In den Nachrichten der Medien spiegeln sich die eingehenden Daten wider. Die zentrale Frage dreht sich dabei, wie könnte es anders sein, überwiegend um ein Thema: Werden die drei Raumschiffe wie geplant zu ihrer Mission aufbrechen. Die Wetterprognosen sind nicht gut. Schlimmer noch, rund um den Globus nehmen die tektonischen Aktivitäten deutlich zu. Wieder einmal schwankt der Boden bedrohlich im Iran; im Norden Italiens treiben leichte Erdstöße die Bewohner aus den Häusern; und der Ätna? Da würde man sich doch eher wundern, wenn der einmal nicht auf sich aufmerksam macht.

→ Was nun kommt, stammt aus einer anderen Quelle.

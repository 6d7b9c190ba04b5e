"""Curation decisions as frozen pydantic models (parsed after JSON Schema validation).

One :class:`Decision` carries who, when and why, and exactly one action: one of the
``*Action`` models below, named by the TOML key it is written under (``ACTIONS``).
"""

from __future__ import annotations

from datetime import date
from typing import Union

from pydantic import BaseModel, ConfigDict

#: TOML key of each action, in the order the documentation and listings use.
ACTIONS = ("exclude_observations", "exclude_source", "prefer_source", "waive_check",
           "override_threshold")


class _Frozen(BaseModel):
    model_config = ConfigDict(frozen=True, extra="forbid", allow_inf_nan=False)


class ExcludeObservations(_Frozen):
    """Observations left out of fits: file rows (``file`` + ``rows``) or a filter."""

    source: str
    file: str | None = None
    rows: tuple[int, ...] = ()
    file_sha256: str | None = None
    fluid: str | None = None
    boundary: str | None = None
    solid_phase: str | None = None
    T_min_K: float | None = None
    T_max_K: float | None = None
    quantity: str | None = None

    @property
    def by_rows(self) -> bool:
        return self.file is not None

    def describe(self) -> str:
        what = f" {self.quantity}" if self.quantity else ""
        if self.by_rows:
            rows = ", ".join(map(str, self.rows))
            return f"exclude{what} rows {rows} of {self.file} ({self.source})"
        lo = f"{self.T_min_K:g} K" if self.T_min_K is not None else "-inf"
        hi = f"{self.T_max_K:g} K" if self.T_max_K is not None else "+inf"
        phase = f"/{self.solid_phase}" if self.solid_phase else ""
        return (f"exclude{what} observations of {self.source} for {self.fluid} "
                f"{self.boundary}{phase}, T in [{lo}, {hi}]")


class ExcludeSource(_Frozen):
    """A source left out for a fluid, or only for one constant (and fixed point) of it."""

    fluid: str
    source: str
    constant: str | None = None
    point: str | None = None

    def describe(self) -> str:
        scope = f" for {_constant(self.constant, self.point)}" if self.constant else " (all data)"
        return f"exclude source {self.source} for {self.fluid}{scope}"


class PreferSource(_Frozen):
    """The value a source states is the recommended value of a constant."""

    fluid: str
    constant: str
    source: str
    point: str | None = None

    def describe(self) -> str:
        return (f"prefer {self.source} for {self.fluid} "
                f"{_constant(self.constant, self.point)}")


class WaiveCheck(_Frozen):
    """Findings of a check reported as ``waived`` until a date or until its inputs change."""

    check: str
    fluid: str
    subject: str | None = None
    until: date | None = None
    input_hash: str | None = None

    def matches(self, check_id: str, fluid_id: str, subject: str) -> bool:
        """True for a result of this check and fluid whose subject is the one waived (any
        subject when none is named; ``subject#2`` counts as ``subject``)."""
        if check_id != self.check or fluid_id != self.fluid:
            return False
        return self.subject is None or subject.split("#", 1)[0] == self.subject

    def describe(self) -> str:
        subject = f" subject {self.subject!r}" if self.subject else ""
        terms = []
        if self.until:
            terms.append(f"until {self.until.isoformat()}")
        if self.input_hash:
            terms.append(f"while inputs are {self.input_hash[:12]}")
        return f"waive {self.check} for {self.fluid}{subject} ({', '.join(terms)})"


class OverrideThreshold(_Frozen):
    """One named threshold of a check set for one fluid."""

    check: str
    fluid: str
    threshold: str
    value: Union[bool, float, int, str]

    def describe(self) -> str:
        return f"set {self.check} {self.threshold} = {self.value!r} for {self.fluid}"


Action = Union[ExcludeObservations, ExcludeSource, PreferSource, WaiveCheck, OverrideThreshold]


class Decision(_Frozen):
    """A curation decision: who took it, when, why, and what it does."""

    id: str
    who: str
    when: date
    why: str
    exclude_observations: ExcludeObservations | None = None
    exclude_source: ExcludeSource | None = None
    prefer_source: PreferSource | None = None
    waive_check: WaiveCheck | None = None
    override_threshold: OverrideThreshold | None = None

    @property
    def kind(self) -> str:
        """TOML key of the action (``exclude_observations``, ...)."""
        return next(a for a in ACTIONS if getattr(self, a) is not None)

    @property
    def action(self) -> Action:
        return getattr(self, self.kind)

    @property
    def fluid(self) -> str | None:
        """Fluid the decision is about (None for a row reference, known from the store)."""
        return getattr(self.action, "fluid", None)

    def describe(self) -> str:
        return self.action.describe()

    def __repr__(self) -> str:
        return f"<Decision {self.id} by {self.who} on {self.when}: {self.describe()}>"


class DecisionSet(_Frozen):
    """The decisions of one file, in file order, with the file they came from."""

    path: str
    decisions: tuple[Decision, ...] = ()

    def __iter__(self):
        return iter(self.decisions)

    def __len__(self) -> int:
        return len(self.decisions)

    def of_kind(self, kind: str) -> list[Decision]:
        return [d for d in self.decisions if d.kind == kind]

    def get(self, decision_id: str) -> Decision | None:
        return next((d for d in self.decisions if d.id == decision_id), None)

    @property
    def ids(self) -> list[str]:
        return [d.id for d in self.decisions]


def _constant(constant: str | None, point: str | None) -> str:
    return f"{point}/{constant}" if point else str(constant)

Da erstaunt es nicht sonderlich, dass auch in San Francisco der eine oder andere Tisch zu wackeln beginnt.
Gerade will Caroline Edwardson sich aus ihrem bequemen Bürostuhl hochdrücken, um in der Chinatown von San Francisco einen ihrer Lieblingssnacks zu sich zu nehmen, da bimmelt und piepst es unentwegt aus den vor ihr aufgebauten Rechnern.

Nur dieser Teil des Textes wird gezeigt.